== Record excerpts
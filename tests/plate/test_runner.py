"""End to end: a 24-well synthetic plate screened, resumed, redone, and run on another executor."""

from __future__ import annotations

from concurrent.futures import ThreadPoolExecutor

import pytest

from nmrcheck.errors import ParameterError
from nmrcheck.plate import ResultsStore, read_manifest, run_plate
from nmrcheck.plate.runner import InlineExecutor


def test_every_well_gets_one_result(screened_plate):
    manifest, out, summary = screened_plate
    assert summary.status == "complete"
    assert summary.wells == summary.screened == 24
    with ResultsStore(out) as store:
        current = store.current()
        assert set(current) == {w.well for w in manifest.wells}
        assert store.count_history() == 24


def test_failures_are_results_not_exceptions(screened_plate):
    """B11 holds noise only and C12 a truncated fid: by construction in nmrcheck.demo."""
    _, out, _ = screened_plate
    with ResultsStore(out) as store:
        current = store.current()
    assert current["B11"].status == "empty" and current["B11"].verdict == "empty"
    assert current["C12"].status == "unreadable"
    assert "truncated" in current["C12"].error


def test_deliberate_contradiction_is_called_inconsistent(screened_plate):
    """A7: spectrum of thymol, manifest and MS claim methyl cinnamate (by construction in nmrcheck.demo)."""
    _, out, _ = screened_plate
    with ResultsStore(out) as store:
        a7 = store.current()["A7"]
    assert a7.verdict == "inconsistent"
    assert any(c["verdict"] == "inconsistent" for c in a7.checks)


def test_matching_wells_are_not_called_inconsistent(screened_plate):
    """Wells whose manifest names what the spectrum was built from (nmrcheck.demo) must not contradict it."""
    from nmrcheck.demo import demo_wells

    truthful = {w.well for w in demo_wells() if w.content and w.content == w.claimed and not w.corrupt}
    _, out, _ = screened_plate
    with ResultsStore(out) as store:
        current = store.current()
    called = {w: current[w].verdict for w in current if w in truthful}
    assert called, "the plate has truthful wells"
    assert all(v in ("consistent", "doubtful", "undecided") for v in called.values()), called
    assert sum(v == "consistent" for v in called.values()) >= len(called) // 2


def test_results_carry_their_evidence(screened_plate):
    _, out, _ = screened_plate
    with ResultsStore(out) as store:
        r = store.current()["A1"]
    assert r.software_version and r.options_hash
    assert r.processing["options"]["lb_hz"] == 0.3  # the ProcessingOptions default
    assert r.regions and r.count["total_h"] > 0
    assert r.trace is not None and r.trace.values.size > 100
    assert set(r.timings) >= {"read", "process"}
    assert r.candidates and r.checks


def test_rerun_resumes_and_redo_keeps_history(screened_plate, tmp_path):
    manifest, out, _ = screened_plate
    again = run_plate(manifest, out, workers=1)
    assert again.screened == 0 and again.skipped == 24
    import shutil

    copy = tmp_path / "copy"
    shutil.copytree(out, copy)
    first = {w: r.verdict for w, r in ResultsStore(copy).current().items()}
    sub = read_manifest(manifest.path)
    redo = run_plate(sub, copy, workers=1, redo=True)
    assert redo.screened == 24
    with ResultsStore(copy) as store:
        assert store.count_history() == 48
        assert len(store.history("A1")) == 2
        assert {w: r.verdict for w, r in store.current().items()} == first


def test_other_executor_gives_the_same_verdicts(screened_plate, tmp_path):
    """Pluggable executor: any concurrent.futures.Executor (a thread pool stands in for Dask's)."""
    manifest, out, _ = screened_plate
    with ResultsStore(out) as store:
        reference = {w: r.verdict for w, r in store.current().items()}
    with ThreadPoolExecutor(max_workers=2) as pool:
        summary = run_plate(manifest, tmp_path / "threads", executor=pool)
    assert summary.screened == 24
    with ResultsStore(tmp_path / "threads") as store:
        assert {w: r.verdict for w, r in store.current().items()} == reference


def test_missing_recording_is_unreadable(tmp_path):
    (tmp_path / "m.csv").write_text("well,spectrum\nA1,nowhere/1\n")
    summary = run_plate(read_manifest(tmp_path / "m.csv"), tmp_path / "out", executor=InlineExecutor())
    assert summary.verdicts == {"unreadable": 1}


def test_bad_run_parameters(tmp_path):
    (tmp_path / "m.csv").write_text("well,spectrum\nA1,x\n")
    m = read_manifest(tmp_path / "m.csv")
    with pytest.raises(ParameterError, match="workers"):
        run_plate(m, tmp_path / "o", workers=0)
    with pytest.raises(ParameterError, match="time_limit_s"):
        run_plate(m, tmp_path / "o", time_limit_s=0, executor=InlineExecutor())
====
Go through the lines above and count those that include "truthful"; give the total and nothing more.

Reply to the task → 3